DIRECTIONS:
Each line of the records below that contains "wide" needs to be copied.

***** MATERIAL PROVIDED

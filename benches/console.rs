//! The console's two speed goals: start-up to the first answered command on
//! the simulated bench, and `dump` of a 256-register mapped device.
//!
//! Run: `cargo bench --bench console` (release build). Prints
//! - `startup`: wall time from spawning `buscue console --no-trace` (stdin a
//!   pipe) until it has printed the value of its first command, `1`: the
//!   prompt's cost plus one command (goal: under 150 ms);
//! - `dump`: host time of `dev:dump()` over a mapped device of 256 16-bit
//!   registers with two fields each, the default path (trace file and the
//!   frame log to a file, as `run` writes them) and the lean one (no
//!   sinks), in one run (goal: under 50 ms).

use std::io::{BufRead, BufReader, Write};
use std::process::{Command, Stdio};
use std::sync::Arc;
use std::sync::atomic::AtomicBool;
use std::time::Instant;

use buscue::adapter::Adapter as _;
use buscue::cli::out::{LogOut, Out};
use buscue::record::Sink;
use buscue::script::{self, RunConfig, Session};
use buscue::sim::{Bench, SimAdapter};
use buscue::trace::{Header, TraceWriter};
use buscue::view::plain::PlainLog;

fn startup() -> f64 {
    let start = Instant::now();
    let mut child = Command::new(env!("CARGO_BIN_EXE_buscue"))
        .current_dir(env!("CARGO_MANIFEST_DIR"))
        .args(["console", "--no-trace"])
        .stdin(Stdio::piped())
        .stdout(Stdio::piped())
        .stderr(Stdio::null())
        .spawn()
        .expect("console starts");
    let mut stdin = child.stdin.take().unwrap();
    stdin.write_all(b"1\n").unwrap();
    let mut lines = BufReader::new(child.stdout.take().unwrap()).lines();
    let answered = lines.any(|l| l.is_ok_and(|l| l.contains("= 0x1 (1)")));
    let t = start.elapsed().as_secs_f64() * 1e3;
    assert!(answered, "the console answered its first command");
    drop(stdin);
    let _ = child.wait();
    t
}

fn map_text() -> String {
    let mut s = String::from("return {\n");
    for i in 0..256 {
        s.push_str(&format!(
            "  R{i:03} = {{ at = 0x{i:02X}, reset = 0x{:04X}, fields = {{ LO = {{ lsb = 0, width = 8, scale = 0.5, unit = \"V\" }}, HI = {{ lsb = 8, width = 8, values = {{ off = 0, on = 1 }} }} }} }},\n",
            i * 3
        ));
    }
    s.push_str("}\n");
    s
}

const BENCH: &str = r#"
format = "buscue-bench/1"
name = "dump"
speed = "1M"
[[device]]
name = "wide"
model = "mapped"
address = 0x40
register_bits = 16
map = "wide.lua"
"#;

fn dump(label: &str, default_path: bool) {
    let dir = tempfile::tempdir().expect("temp dir");
    std::fs::write(dir.path().join("wide.lua"), map_text()).unwrap();
    let bench_path = dir.path().join("bench.toml");
    std::fs::write(&bench_path, BENCH).unwrap();
    let script = dir.path().join("dump.lua");
    std::fs::write(
        &script,
        "local d = bus.device(0x40, { width = 16, map = require('wide') })\n\
         local text = d:dump()\n\
         assert(#text > 10000)\n",
    )
    .unwrap();
    let bench = Bench::from_str(BENCH, bench_path.to_str().unwrap()).expect("bench");
    let adapter = SimAdapter::new(bench, false);
    let interrupt = Arc::new(AtomicBool::new(false));
    let mut sinks: Vec<Box<dyn Sink>> = Vec::new();
    if default_path {
        let header = Header::new("run", adapter.snapshot());
        sinks.push(Box::new(TraceWriter::create(&dir.path().join("trace.jsonl"), &header).expect("trace")));
        let log = std::fs::File::create(dir.path().join("frames.log")).unwrap();
        sinks.push(Box::new(PlainLog::new(LogOut::new(Out::new(log), false), false, true)));
    }
    let mut session = Session::new(Box::new(adapter), interrupt.clone());
    for s in sinks {
        session.add_sink(s);
    }
    let cfg = RunConfig::new(script);
    let start = Instant::now();
    let report = script::run(session, &cfg, interrupt);
    let host = start.elapsed();
    assert!(report.abort.is_none(), "{:?}", report.abort);
    println!(
        "dump {label:<8} 256 registers: host {:>7.2} ms for the whole run (map load, 256 reads, text)",
        host.as_secs_f64() * 1e3
    );
}

fn main() {
    if !std::env::args().any(|a| a == "--bench") {
        println!("console: run with `cargo bench --bench console` for numbers");
        return;
    }
    for _ in 0..3 {
        println!("startup to first answer: {:>7.2} ms", startup());
    }
    for _ in 0..3 {
        dump("default", true);
        dump("lean", false);
    }
}
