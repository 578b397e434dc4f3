//! Serial-link throughput over a pseudo-terminal (issue 3), all cases in
//! one run: 10,000 two-byte register writes (`W reg value`) and 10,000
//! one-byte register reads (`W reg | R 1`) to a register device, the
//! adapter served in-process by the same code as `buscue serve`.
//!
//! Cases: (a) native protocol with batching and pipelining, (b) native
//! protocol one request at a time, (c) the stepwise text dialect (one
//! round trip per wire primitive); the one-line dialect runs the same load
//! for contrast. Each reports transactions per second and round trips
//! (request frames or command lines answered) per transaction, then the
//! ratios. Every read is checked against the value written before it and
//! the board counts executions, so a fast wrong answer cannot pass.
//!
//!   cargo bench --bench serial_link            # 10,000 of each
//!   BUSCUE_BENCH_N=2000 cargo bench --bench serial_link
//!
//! Goal: independent writes through (a) at least 20x (c) and 5x (b).

use std::path::Path;
use std::sync::Arc;
use std::sync::atomic::{AtomicBool, Ordering};
use std::thread::JoinHandle;
use std::time::Instant;

use buscue::adapter::Adapter;
use buscue::adapter::dialect::DialectAdapter;
use buscue::adapter::dialect_profile::Profile;
use buscue::adapter::native::{NativeAdapter, NativeSettings};
use buscue::bus::{Address, Operation, Outcome, Transaction};
use buscue::serve::dialect::DialectServer;
use buscue::serve::{LinkFaults, Peers, pty, serve, serve_native};
use buscue::sim::{Bench, SimAdapter};

/// A bare register target: 8-bit pointer, 16 read-write 8-bit registers.
const BENCH: &str = r#"
format = "buscue-bench/1"
name = "link benchmark"
speed = "400k"
[[device]]
name = "scratch"
model = "register"
address = 0x20
register_count = 16
"#;

const TARGET: Address = Address::Seven(0x20);
const REGISTERS: usize = 16;

fn bench() -> SimAdapter {
    SimAdapter::new(Bench::from_str(BENCH, "link-bench").expect("bench"), false)
}

/// What sits on the far end of the pseudo-terminal.
#[derive(Clone, Copy)]
enum Protocol {
    Native,
    Dialect(&'static str),
}

/// A served bench for one case; `finish` stops it and returns how many
/// transactions the board executed.
struct Served {
    path: String,
    stop: Arc<AtomicBool>,
    thread: JoinHandle<u64>,
}

impl Served {
    fn start(protocol: Protocol) -> Served {
        let (master, slave, path) = pty().expect("a pseudo-terminal");
        let stop = Arc::new(AtomicBool::new(false));
        let s = stop.clone();
        let thread = std::thread::spawn(move || {
            let faults = LinkFaults::default();
            let board = match protocol {
                Protocol::Native => {
                    serve_native(bench(), master, Some(slave), &faults, &s, Peers::One).expect("serve").1.board
                }
                Protocol::Dialect(name) => {
                    let mut server = DialectServer::new(Profile::load(name).expect("shipped profile"), bench());
                    serve(master, Some(slave), &mut server, &faults, &s, Peers::One).expect("serve");
                    return server.adapter().bus().executions("scratch").unwrap_or(0);
                }
            };
            board.adapter().bus().executions("scratch").unwrap_or(0)
        });
        Served { path, stop, thread }
    }

    fn finish(self) -> u64 {
        self.stop.store(true, Ordering::Relaxed);
        self.thread.join().expect("server thread")
    }
}

/// A driver under test: runs transactions as its case sends them.
trait Driver {
    /// The outcomes and the round trips they took.
    fn run(&mut self, txs: &[Transaction]) -> (Vec<Outcome>, u64);
}

struct Native {
    adapter: NativeAdapter,
    batched: bool,
}

impl Driver for Native {
    fn run(&mut self, txs: &[Transaction]) -> (Vec<Outcome>, u64) {
        let before = self.adapter.stats.sends;
        let outs = if self.batched {
            self.adapter.execute_batch(txs)
        } else {
            txs.iter().map(|t| self.adapter.execute(t)).collect()
        };
        (outs, self.adapter.stats.sends - before)
    }
}

struct Dialect(DialectAdapter);

impl Driver for Dialect {
    fn run(&mut self, txs: &[Transaction]) -> (Vec<Outcome>, u64) {
        let before = self.0.round_trips();
        // A text dialect has no batches: one transaction after the other.
        let outs = txs.iter().map(|t| self.0.execute(t)).collect();
        (outs, self.0.round_trips() - before)
    }
}

struct Case {
    name: &'static str,
    protocol: Protocol,
    open: fn(&str) -> Box<dyn Driver>,
}

fn cases() -> Vec<Case> {
    fn dialect(name: &str, path: &str) -> Box<dyn Driver> {
        let profile = Profile::load(name).expect("shipped profile");
        Box::new(Dialect(DialectAdapter::open(profile, Path::new(path)).expect("identify")))
    }
    vec![
        Case {
            name: "(a) native, batched + pipelined",
            protocol: Protocol::Native,
            open: |path| {
                let adapter = NativeAdapter::open(path, NativeSettings::default()).expect("handshake");
                Box::new(Native { adapter, batched: true })
            },
        },
        Case {
            name: "(b) native, one request at a time",
            protocol: Protocol::Native,
            open: |path| {
                let settings = NativeSettings { window: Some(1), batch: Some(1), ..NativeSettings::default() };
                let adapter = NativeAdapter::open(path, settings).expect("handshake");
                Box::new(Native { adapter, batched: false })
            },
        },
        Case {
            name: "(c) stepwise text dialect",
            protocol: Protocol::Dialect("stepwise"),
            open: |path| dialect("stepwise", path),
        },
        Case {
            name: "    one-line text dialect (contrast)",
            protocol: Protocol::Dialect("oneline"),
            open: |path| dialect("oneline", path),
        },
    ]
}

/// The value write `i` leaves in its register.
fn value(i: usize) -> u8 {
    (i as u8) ^ 0x5A
}

fn main() {
    // `cargo test --benches` runs bench binaries without `--bench`: return
    // at once, as the other benches do.
    if !std::env::args().any(|a| a == "--bench") {
        return;
    }
    let n: usize = std::env::var("BUSCUE_BENCH_N").ok().and_then(|v| v.parse().ok()).unwrap_or(10_000).max(REGISTERS);
    let writes: Vec<Transaction> = (0..n)
        .map(|i| Transaction::new(TARGET, vec![Operation::Write(vec![(i % REGISTERS) as u8, value(i)])]))
        .collect();
    let reads: Vec<Transaction> = (0..n)
        .map(|i| Transaction::new(TARGET, vec![Operation::Write(vec![(i % REGISTERS) as u8]), Operation::Read(1)]))
        .collect();
    // After the writes, register r holds the value of the last write to it.
    let expect = |reg: usize| value((n - 1) - ((n - 1 - reg) % REGISTERS));

    println!("serial link over a pseudo-terminal, {n} transactions per workload (cargo bench --bench serial_link)");
    println!("{:<38} {:<24} {:>9} {:>15} {:>15}", "case", "workload", "seconds", "transactions/s", "round trips/tx");
    let mut rates: Vec<[f64; 2]> = Vec::new();
    for case in cases() {
        let served = Served::start(case.protocol);
        let mut driver = (case.open)(&served.path);
        let mut rate = [0.0; 2];
        for (k, (label, txs)) in
            [("2-byte register writes", &writes), ("1-byte register reads", &reads)].iter().enumerate()
        {
            let t0 = Instant::now();
            let (outs, trips) = driver.run(txs);
            let secs = t0.elapsed().as_secs_f64().max(1e-9);
            assert_eq!(outs.len(), n);
            for (i, o) in outs.iter().enumerate() {
                assert!(o.is_ok(), "{}: {label} {i}: {:?}", case.name, o.fault);
                if k == 1 {
                    assert_eq!(o.read_bytes(), [expect(i % REGISTERS)], "{}: read {i}", case.name);
                }
            }
            rate[k] = n as f64 / secs;
            println!(
                "{:<38} {:<24} {:>9.3} {:>15.0} {:>15.2}",
                case.name,
                label,
                secs,
                rate[k],
                trips as f64 / n as f64
            );
        }
        drop(driver);
        assert_eq!(served.finish(), 2 * n as u64, "{}: every transaction ran exactly once", case.name);
        rates.push(rate);
    }
    let [a, b, c] = [&rates[0], &rates[1], &rates[2]];
    for (k, what) in [(0, "independent writes"), (1, "independent reads")] {
        println!("{what}: (a) is {:.1}x (b) and {:.1}x (c)", a[k] / b[k], a[k] / c[k]);
    }
    let met = a[0] >= 20.0 * c[0] && a[0] >= 5.0 * b[0];
    println!("goal for writes, (a) >= 20x (c) and >= 5x (b): {}", if met { "met" } else { "NOT met" });
}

**********

SOLVED EXERCISE:
name = "wide"
map = "wide.lua"
    std::fs::write(dir.path().join("wide.lua"), map_text()).unwrap();
        "local d = bus.device(0x40, { width = 16, map = require('wide') })\n\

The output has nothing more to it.